** Opening Data for this task block **
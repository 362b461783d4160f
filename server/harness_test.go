package main

import (
	"context"
	"encoding/json"
	"io"
	"log/slog"
	"net/http"
	"net/http/httptest"
	"path/filepath"
	"strings"
	"sync/atomic"
	"testing"
	"time"

	"lanternbook/store"
)

// shop is the program under test: the real routes, over real HTTP, on a real
// store in a folder of the test's own.
type shop struct {
	t    testing.TB
	s    *server
	http *httptest.Server
	log  *lockedLog
}

// answer is a response that was read to its end.
type answer struct {
	status int
	header http.Header
	body   string
}

// openShop starts the program on an empty store. Its clock starts at a fixed
// day and goes on by one second with every reading.
func openShop(tb testing.TB) *shop {
	tb.Helper()
	return openShopOn(tb, filepath.Join(tb.TempDir(), "lanternbook.db"))
}

func openShopOn(tb testing.TB, path string) *shop {
	tb.Helper()
	var ticks atomic.Int64
	now := func() time.Time {
		return time.Date(2026, 3, 14, 9, 0, 0, 0, time.UTC).Add(time.Duration(ticks.Add(1)) * time.Second)
	}
	st, err := store.Open(context.Background(), path, now)
	if err != nil {
		tb.Fatal(err)
	}
	log := &lockedLog{}
	s := newServer(st, now, slog.New(slog.NewTextHandler(log, nil)), "127.0.0.1:0")
	p := &shop{t: tb, s: s, log: log, http: httptest.NewServer(s.routes())}
	tb.Cleanup(func() {
		p.http.Close()
		if err := st.Close(); err != nil {
			tb.Error(err)
		}
	})
	return p
}

// do sends a request and reads the answer. Headers are name, value, name,
// value; "Host" sets the host asked for. Redirects are not followed.
func (p *shop) do(method, target, body string, headers ...string) answer {
	p.t.Helper()
	return ask(p.t, p.http.URL, method, target, body, headers...)
}

func ask(tb testing.TB, base, method, target, body string, headers ...string) answer {
	tb.Helper()
	r, err := http.NewRequestWithContext(context.Background(), method, base+target, strings.NewReader(body))
	if err != nil {
		tb.Fatal(err)
	}
	for i := 0; i+1 < len(headers); i += 2 {
		if headers[i] == "Host" {
			r.Host = headers[i+1]
			continue
		}
		r.Header.Add(headers[i], headers[i+1])
	}
	response, err := plainTransport.RoundTrip(r)
	if err != nil {
		tb.Fatalf("%s %s: %v", method, target, err)
	}
	defer func() { _ = response.Body.Close() }()
	content, err := io.ReadAll(response.Body)
	if err != nil {
		tb.Fatalf("%s %s: %v", method, target, err)
	}
	return answer{response.StatusCode, response.Header, string(content)}
}

// plainTransport shows answers as they are on the wire: not unpacked.
var plainTransport = &http.Transport{DisableCompression: true, MaxIdleConnsPerHost: 32}

// importBuild puts a document on the shelf and returns its address.
func (p *shop) importBuild(document string) string {
	p.t.Helper()
	a := p.do(http.MethodPost, "/api/builds", document, "Content-Type", "application/json")
	if a.status != http.StatusCreated {
		p.t.Fatalf("import: status %d: %s", a.status, a.body)
	}
	return a.header.Get("Location")
}

// patch edits a build as it stands at a revision.
func (p *shop) patch(address, etag, operations string) answer {
	p.t.Helper()
	return p.do(http.MethodPatch, address, operations, "Content-Type", "application/json-patch+json", "If-Match", etag)
}

// wantStatus ends the test when the answer has another status.
func (a answer) wantStatus(tb testing.TB, want int) {
	tb.Helper()
	if a.status != want {
		tb.Fatalf("status %d, want %d; body: %.400s", a.status, want, a.body)
	}
}

// decode reads the body as JSON.
func decode[T any](tb testing.TB, a answer) T {
	tb.Helper()
	var v T
	if err := json.Unmarshal([]byte(a.body), &v); err != nil {
		tb.Fatalf("body is not the JSON expected: %v; %.400s", err, a.body)
	}
	return v
}

// wantProblem asserts a problem document with this status and this field.
func (a answer) wantProblem(tb testing.TB, status int, field string) problem {
	tb.Helper()
	a.wantStatus(tb, status)
	if got := a.header.Get("Content-Type"); got != "application/problem+json" {
		tb.Errorf("Content-Type %q, want application/problem+json", got)
	}
	p := decode[problem](tb, a)
	if p.Status != status || p.Title == "" || p.Detail == "" {
		tb.Errorf("problem %+v, want status %d, a title and a detail", p, status)
	}
	if p.Field != field {
		tb.Errorf("field %q, want %q; errors %v", p.Field, field, p.Errors)
	}
	return p
}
** Closing Data for this task block **
What you will do: Only the lines that hold the word "problem" are wanted; each should be pulled from the records.

Result for this task:
// wantProblem asserts a problem document with this status and this field.
func (a answer) wantProblem(tb testing.TB, status int, field string) problem {
	if got := a.header.Get("Content-Type"); got != "application/problem+json" {
		tb.Errorf("Content-Type %q, want application/problem+json", got)
	p := decode[problem](tb, a)
		tb.Errorf("problem %+v, want status %d, a title and a detail", p, status)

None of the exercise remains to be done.